Валли покачала головой.
- Зря ты так. Джагат – настоящий маг. Наверное даже единственный настоящий маг здесь, в то время как мы, все остальные - обычные балаганные фокусники и шарлатаны.
В её голосе слышалось подлинное почтение и любовь, и я не стал спорить.

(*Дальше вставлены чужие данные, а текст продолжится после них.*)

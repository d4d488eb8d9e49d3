package store

import (
	"crypto/sha256"
	"encoding/hex"
	"encoding/json"
	"errors"
	"math"
	"os"
	"slices"
	"strings"
	"testing"
	"time"

	"github.com/google/go-cmp/cmp"

	"ringbook/snubber"
)

// decided is a decision that rests on trials.
func decided(trials ...snubber.Trial) Decision {
	d := Decision{
		Board: "Kestrel", Revision: "B", At: time.Date(2026, 3, 1, 10, 0, 0, 5, time.UTC),
		Network: snubber.Network{Kind: snubber.RC, C: 270e-12, CTol: 0.05, R: 9.1, RTol: 0.01},
		LimitV:  80, Peak: snubber.Estimate{Value: 74.5, U: 0.5, Low: 73.25, High: 75.75}, Damping: 0.21, LossW: 0.43,
		Excitation: snubber.Excitation{Bus: 48, Current: 4.6}, SwitchingHz: 400e3,
		Loop:   snubber.Loop{Inductance: 13e-9, Capacitance: 240e-12, Resistance: 0.7},
		Digest: TrialsDigest(trials), Recommendation: json.RawMessage(`{"met": true}`),
	}
	for _, t := range trials {
		d.Trials = append(d.Trials, t.ID)
	}
	return d
}

// logged adds n trials like example, a minute apart, and gives them as the logbook has them.
func logged(t testing.TB, lb *Logbook, n int) []snubber.Trial {
	t.Helper()
	for i := range n {
		trial := example()
		trial.At = trial.At.Add(time.Duration(i) * time.Minute)
		mustAdd(t, lb, trial)
	}
	return collect(t, lb, Scope{})
}

func mustDecide(t testing.TB, lb *Logbook, d Decision) string {
	t.Helper()
	id, err := lb.AddDecision(t.Context(), d)
	if err != nil {
		t.Fatal(err)
	}
	return id
}

func decisions(t testing.TB, lb *Logbook, s Scope) []Decision {
	t.Helper()
	var all []Decision
	for d, err := range lb.Decisions(t.Context(), s) {
		if err != nil {
			t.Fatal(err)
		}
		all = append(all, d)
	}
	return all
}

func TestDecideThenRead(t *testing.T) {
	lb := openTemp(t)
	trials := logged(t, lb, 3)
	full := decided(trials...)
	full.ID = mustDecide(t, lb, full)
	least := decided(trials[1]) // all that may be left out
	least.At = full.At.Add(-time.Hour)
	least.Network = snubber.Network{Kind: snubber.C, C: 1e-9}
	least.Peak.U, least.Peak.Low, least.Peak.High = 0, least.Peak.Value, least.Peak.Value
	least.Damping, least.LossW, least.Excitation.Current, least.SwitchingHz, least.Loop.Resistance, least.Recommendation = 0, 0, 0, 0, 0, nil
	least.ID = mustDecide(t, lb, least)
	undated := decided(trials...)
	undated.At = time.Time{}
	before := time.Now()
	undated.ID = mustDecide(t, lb, undated)

	all := decisions(t, lb, Scope{})
	if len(all) != 3 || all[2].At.Before(before) || all[2].At.After(time.Now()) {
		t.Fatalf("%d decisions, the last at %v; want 3, the undated one now", len(all), all[len(all)-1].At)
	}
	undated.At = all[2].At
	if diff := cmp.Diff([]Decision{least, full, undated}, all); diff != "" {
		t.Error("as logged, in the order made (-want +got):\n" + diff)
	}
	for _, id := range []string{full.ID, ShortID(full.ID), strings.ToUpper(full.ID)} {
		got, err := lb.Decision(t.Context(), id)
		if err != nil {
			t.Fatal(err)
		}
		if diff := cmp.Diff(full, got); diff != "" {
			t.Errorf("decision %s (-want +got):\n%s", id, diff)
		}
	}
	for _, id := range []string{"abc", trials[0].ID, "'; DROP TABLE decision; --"} {
		if _, err := lb.Decision(t.Context(), id); !errors.Is(err, ErrNoDecision) || !strings.Contains(err.Error(), quote(id)) {
			t.Errorf("decision %s: %v", id, err)
		}
	}
	if err := lb.Strike(t.Context(), trials[0].ID, "probe fell off"); err != nil {
		t.Fatal(err)
	}
	var behind []string
	for trial, err := range lb.DecisionTrials(t.Context(), full.ID) {
		if err != nil {
			t.Fatal(err)
		}
		behind = append(behind, trial.ID+trial.Struck)
	}
	if want := []string{trials[0].ID + "probe fell off", trials[1].ID, trials[2].ID}; !slices.Equal(behind, want) {
		t.Errorf("trials behind it %q, want %q", behind, want)
	}
}

func TestDecisionsInScope(t *testing.T) {
	lb := openTemp(t)
	first := logged(t, lb, 1)[0]
	other := example()
	other.Revision = "C"
	other.ID = mustAdd(t, lb, other)
	for i := range 3 {
		d := decided(first)
		d.At, d.LimitV = d.At.Add(time.Duration(i)*time.Hour), float64(80+i)
		mustDecide(t, lb, d)
	}
	d := decided(other)
	d.Revision, d.LimitV = "C", 90
	mustDecide(t, lb, d)
	at := d.At
	for _, c := range []struct {
		name  string
		scope Scope
		want  []float64
	}{
		{"all", Scope{}, []float64{80, 90, 81, 82}},
		{"a revision", Scope{Board: "Kestrel", Revision: "B"}, []float64{80, 81, 82}},
		{"the latest of it", Scope{Board: "Kestrel", Revision: "B", Limit: 1}, []float64{82}},
		{"the latest two, oldest first", Scope{Board: "Kestrel", Limit: 2}, []float64{81, 82}},
		{"since is inclusive, until is not", Scope{Since: at.Add(time.Hour), Until: at.Add(2 * time.Hour)}, []float64{81}},
		{"an unknown board", Scope{Board: "Merlin"}, nil},
	} {
		var got []float64
		for _, d := range decisions(t, lb, c.scope) {
			got = append(got, d.LimitV)
		}
		if !slices.Equal(got, c.want) {
			t.Errorf("%s: limits %v, want %v", c.name, got, c.want)
		}
	}
}

func TestWhatIsNoDecision(t *testing.T) {
	lb := openTemp(t)
	trials := logged(t, lb, 1)
	elsewhere := example()
	elsewhere.Revision = "C"
	elsewhere.ID = mustAdd(t, lb, elsewhere)
	for says, spoil := range map[string]func(*Decision){
		"leave the id empty":           func(d *Decision) { d.ID = trials[0].ID },
		"name the board":               func(d *Decision) { d.Board = "" },
		"revision: \"\\x1b\"":          func(d *Decision) { d.Revision = "\x1b" },
		"the year 1":                   func(d *Decision) { d.At = time.Date(1, 2, 1, 0, 0, 0, 0, time.UTC) },
		"recommends c, rc or rcd":      func(d *Decision) { d.Network = snubber.Network{Kind: snubber.Bare} },
		"positive resistance":          func(d *Decision) { d.Network.R = 0 },
		"loop inductance 0 H":          func(d *Decision) { d.Loop.Inductance = 0 },
		"limit_v: 0":                   func(d *Decision) { d.LimitV = 0 },
		"peak_v: NaN":                  func(d *Decision) { d.Peak.Value = math.NaN() },
		"peak_v_u: -1":                 func(d *Decision) { d.Peak.U = -1 },
		"from 76 to 75.75":             func(d *Decision) { d.Peak.Low = 76 },
		"from 73.25 to +Inf":           func(d *Decision) { d.Peak.High = math.Inf(1) },
		"damping_ratio: +Inf":          func(d *Decision) { d.Damping = math.Inf(1) },
		"bus_v: 0":                     func(d *Decision) { d.Excitation.Bus = 0 },
		"excitation_a: -1":             func(d *Decision) { d.Excitation.Current = -1 },
		"make it with TrialsDigest":    func(d *Decision) { d.Digest = strings.ToUpper(d.Digest) },
		`digest: "abc"`:                func(d *Decision) { d.Digest = "abc" },
		"rests on trials":              func(d *Decision) { d.Trials = nil },
		"is there twice":               func(d *Decision) { d.Trials = append(d.Trials, d.Trials...) },
		"no such trial of board":       func(d *Decision) { d.Trials = append(d.Trials, elsewhere.ID) },
		"name trials by their whole":   func(d *Decision) { d.Trials = []string{ShortID(trials[0].ID)} },
		`recommendation: "{" is not`:   func(d *Decision) { d.Recommendation = json.RawMessage("{") },
		"tolerance is a fraction from": func(d *Decision) { d.Network.CTol = 1 },
	} {
		d := decided(trials...)
		spoil(&d)
		if _, err := lb.AddDecision(t.Context(), d); err == nil || !strings.Contains(err.Error(), says) || !strings.HasPrefix(err.Error(), "log the decision: ") {
			t.Errorf("error %v; want %q", err, says)
		}
	}
	if all := decisions(t, lb, Scope{}); len(all) != 0 {
		t.Errorf("%d decisions were logged", len(all))
	}
	d := decided(trials...)
	d.Revision = "new" // a decision that fails makes no revision either
	if _, err := lb.AddDecision(t.Context(), d); !errors.Is(err, ErrNoTrial) {
		t.Errorf("a revision without trials: %v", err)
	}
	boards, err := lb.Boards(t.Context())
	if err != nil || len(boards) != 1 || len(boards[0].Revisions) != 2 {
		t.Errorf("boards %v, %v", boards, err)
	}
}

// TestDecisionsStay tries to change them as another program would, with SQLite's own defaults.
func TestDecisionsStay(t *testing.T) {
	lb := openTemp(t)
	trials := logged(t, lb, 2)
	mustDecide(t, lb, decided(trials...))
	before := decisions(t, lb, Scope{})
	for table, column := range map[string]string{"decision": "peak_v_high", "decision_trial": "trial"} {
		for script, says := range map[string]string{
			"UPDATE " + table + " SET " + column + " = 99":                "is never changed",
			"DELETE FROM " + table:                                        "is never deleted",
			"INSERT OR REPLACE INTO " + table + " SELECT * FROM " + table: "is never replaced",
		} {
			if err := execOn(t, lb.Path(), script); err == nil || !strings.Contains(err.Error(), says) {
				t.Errorf("%s: error %v; want %q", script, err, says)
			}
		}
	}
	if diff := cmp.Diff(before, decisions(t, lb, Scope{})); diff != "" {
		t.Error("(-before +after):\n" + diff)
	}
	// What no program may log.
	for set, value := range map[string]string{
		"":        "", // as it is
		"limit_v": "0", "peak_v": "9e999", "peak_v_low": "-9e999", "peak_v_high": "1", "network": "'bare'", "r": "NULL", "c": "-1",
		"digest": "upper(digest)", "recommendation": "'{'", "at": "'2026-03-01'", "inductance_h": "NULL", "excitation_a": "-1", "revision": "99",
	} {
		columns := "revision, at, network, c, r, limit_v, peak_v, peak_v_low, peak_v_high, bus_v, excitation_a, inductance_h, capacitance_f, digest, recommendation"
		values := ", " + columns + ","
		values = strings.Replace(values, ", "+set+",", ", "+value+",", 1)
		script := "INSERT INTO decision (id, " + columns + ") SELECT substr(id, 2) || 'x'" + strings.TrimSuffix(values, ",") + " FROM decision"
		if _, err := lb.db.ExecContext(t.Context(), script); (err == nil) != (set == "") {
			t.Errorf("%s: %v", script, err)
		}
		if set == "" {
			before = decisions(t, lb, Scope{})
		}
	}
	if n := len(decisions(t, lb, Scope{})); n != len(before) || n != 2 {
		t.Errorf("%d decisions, want 2", n)
	}
}

// TestDecisionTable compares the view with its documentation and with what Decisions gives.
func TestDecisionTable(t *testing.T) {
	lb := openTemp(t)
	trials := logged(t, lb, 2)
	want := decided(trials...)
	want.ID = mustDecide(t, lb, want)
	if err := lb.Strike(t.Context(), trials[0].ID, "probe fell off"); err != nil {
		t.Fatal(err)
	}
	rows, err := lb.db.QueryContext(t.Context(), "SELECT * FROM decision_table")
	if err != nil {
		t.Fatal(err)
	}
	defer rows.Close()
	names, err := rows.Columns()
	if err != nil {
		t.Fatal(err)
	}
	const contract = "id board revision network c c_tol r r_tol limit_v peak_v peak_v_u peak_v_low peak_v_high damping_ratio loss_w " +
		"bus_v excitation_a switching_hz inductance_h capacitance_f resistance_ohm at trials struck digest"
	if got := strings.Join(names, " "); got != contract {
		t.Fatalf("columns\n%s\nwant\n%s", got, contract)
	}
	doc, err := os.ReadFile("doc.go")
	if err != nil {
		t.Fatal(err)
	}
	_, section, _ := strings.Cut(string(doc), "# The view decision_table")
	for _, name := range names {
		if !strings.Contains(section, "\n//\t"+name+" ") {
			t.Errorf("doc.go does not describe column %s", name)
		}
	}
	cells, into := make([]any, len(names)), make([]any, len(names))
	for i := range cells {
		into[i] = &cells[i]
	}
	if !rows.Next() {
		t.Fatal("no row")
	}
	if err := rows.Scan(into...); err != nil {
		t.Fatal(err)
	}
	if diff := cmp.Diff([]any{want.ID, "Kestrel", "B", "rc", 270e-12, 0.05, 9.1, 0.01, 80.0, 74.5, 0.5, 73.25, 75.75, 0.21, 0.43,
		48.0, 4.6, 400e3, 13e-9, 240e-12, 0.7, timeText(want.At), int64(2), int64(1), want.Digest}, cells); diff != "" {
		t.Error("(-want +got):\n" + diff)
	}
}

// canonicalExample is example's text by the rules TrialsDigest states, written by hand.
const canonicalExample = `ringbook trials 1
trial 01900000-0000-7000-8000-000000000001
board Kestrel
revision B
at 2026-03-01T09:00:00.000000000Z
network bare
reading peak_v -0.5
trial 01900000-0000-7000-8000-000000000002
board Kestrel
revision B
session morning
at 2026-03-01T09:30:00.123456789Z
network rc
c 4.7e-10
c_tol 0.05
r 10
r_tol 0.01
esr 0.2
measured_c 4.68e-10
measured_c_u 1e-12
probe_c 9.5e-12
bus_v 48
current_a 6.5
switching_hz 250000
part drawer 3, blue
note first\n	try "quoted", größer
reading decay_s 9e-07
u 1e-08
reading peak_v 71.25
reading ring_hz 1.8e+06
u 2000
instrument Larkspur Works,Scope 4,0007,1.2
repeat 1.801e+06
repeat 1.799e+06
repeat 1.8e+06
reading supply_a 1.25
instrument Larkspur Works,Supply 2,0011,3.0
reading temp_c -4
`

func TestTrialsDigest(t *testing.T) {
	full := example()
	full.ID = "01900000-0000-7000-8000-000000000002"
	bare := snubber.Trial{ID: "01900000-0000-7000-8000-000000000001", Board: "Kestrel", Revision: "B", At: time.Date(2026, 3, 1, 9, 0, 0, 0, time.UTC),
		Network: snubber.Network{Kind: snubber.Bare}, Readings: []snubber.Reading{{Quantity: snubber.PeakV, Value: -0.5}}}
	sum := sha256.Sum256([]byte(canonicalExample))
	want := hex.EncodeToString(sum[:])
	got := TrialsDigest([]snubber.Trial{full, bare})
	if got != want {
		t.Errorf("digest %s, want %s of the text\n%s", got, want, appendTrial(appendTrial(nil, &bare), &full))
	}
	// The digests of logbooks that exist: of this text, by another program (Python's hashlib).
	if byPython := "2e3f53a1e70c8ae4df78b50f142643ccaeeaa77e15cc29ee09ca40f431629476"; want != byPython {
		t.Errorf("the text's own digest is %s, want %s", want, byPython)
	}
	if again := TrialsDigest([]snubber.Trial{bare, full}); again != got {
		t.Error("the order of the trials shows")
	}
	turned := example()
	turned.ID, turned.Struck = full.ID, "probe fell off"
	turned.At = turned.At.In(time.FixedZone("east", 3600))
	slices.Reverse(turned.Readings)
	if again := TrialsDigest([]snubber.Trial{turned, bare}); again != got {
		t.Error("the order of the readings, the zone of the time or the strike shows")
	}
	for name, change := range map[string]func(*snubber.Trial){
		"id": func(x *snubber.Trial) { x.ID = strings.Replace(x.ID, "2", "3", 1) }, "board": func(x *snubber.Trial) { x.Board = "K" },
		"revision": func(x *snubber.Trial) { x.Revision = "C" }, "at": func(x *snubber.Trial) { x.At = x.At.Add(1) },
		"session": func(x *snubber.Trial) { x.Session = "" }, "network": func(x *snubber.Trial) { x.Network.Kind = snubber.RCD },
		"c": func(x *snubber.Trial) { x.Network.C *= 1 + 1e-15 }, "c_tol": func(x *snubber.Trial) { x.Network.CTol = 0 },
		"r": func(x *snubber.Trial) { x.Network.R = 11 }, "r_tol": func(x *snubber.Trial) { x.Network.RTol = 0.02 },
		"esr": func(x *snubber.Trial) { x.Network.ESR = 0 }, "measured_c": func(x *snubber.Trial) { x.Network.MeasuredC = 0 },
		"measured_c_u": func(x *snubber.Trial) { x.Network.MeasuredU = 0 }, "probe_c": func(x *snubber.Trial) { x.ProbeC = 0 },
		"bus_v": func(x *snubber.Trial) { x.Point.BusV = -48 }, "current_a": func(x *snubber.Trial) { x.Point.CurrentA = 0 },
		"switching_hz": func(x *snubber.Trial) { x.Point.SwitchingHz = 1 }, "part": func(x *snubber.Trial) { x.Part = "" },
		"note": func(x *snubber.Trial) { x.Note = strings.Replace(x.Note, "\n", `\n`, 1) }, "value": func(x *snubber.Trial) { x.Readings[2].Value = 71.3 },
		"u": func(x *snubber.Trial) { x.Readings[0].U = 0 }, "repeat": func(x *snubber.Trial) { x.Readings[0].Repeats[1] = 1 },
		"instrument": func(x *snubber.Trial) { x.Readings[3].Instrument = "" }, "quantity": func(x *snubber.Trial) { x.Readings[4].Quantity = snubber.CurrentA },
	} {
		x := example()
		x.ID = full.ID
		change(&x)
		if TrialsDigest([]snubber.Trial{x, bare}) == got {
			t.Errorf("another %s leaves the digest as it was", name)
		}
	}
}

// A digest made of what a person typed is that of what the logbook gives back, on whatever day.
func TestDigestSurvivesTheFile(t *testing.T) {
	lb := openTemp(t)
	trial := example()
	trial.Readings[4].Value = math.Copysign(0, -1)
	trial.ID = mustAdd(t, lb, trial)
	if got, want := TrialsDigest(collect(t, lb, Scope{})), TrialsDigest([]snubber.Trial{trial}); got != want {
		t.Errorf("digest %s, want %s", got, want)
	}
}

Мы проскочили под аркой и через узкий переулок выбрались на волю. Я зажмурился. В воздухе по-броуновски сталкивались частички запахов и звуков, ароматы ванильного мороженого, душистого пива и кваса, разнообразных мелодий самых разных инструментов, гремучие смеси духов и людского пота, жареных сосисок, смех и говор на разных языках, щекочущие ноздри запахи воздушной кукурузы и сладкой ваты, ароматного папиросного дыма. Перед глазами всё расплывалось и мелькало. Будто смотришь в калейдоскоп, где разноцветные стекляшки образуют потрясающе красивые узоры. Вот росчерком красного чьё-то платье, вон там стремительно вспыхивает на солнце скрипичный смычок, мелькающий в руках музыканта, словно шпага в руках мушкетёра из романа Дюма. Вот на ходулях мим в золотой маске и расшитых серебром одеждах, смешно взмахивающий руками, перед ним расступаются почтительно…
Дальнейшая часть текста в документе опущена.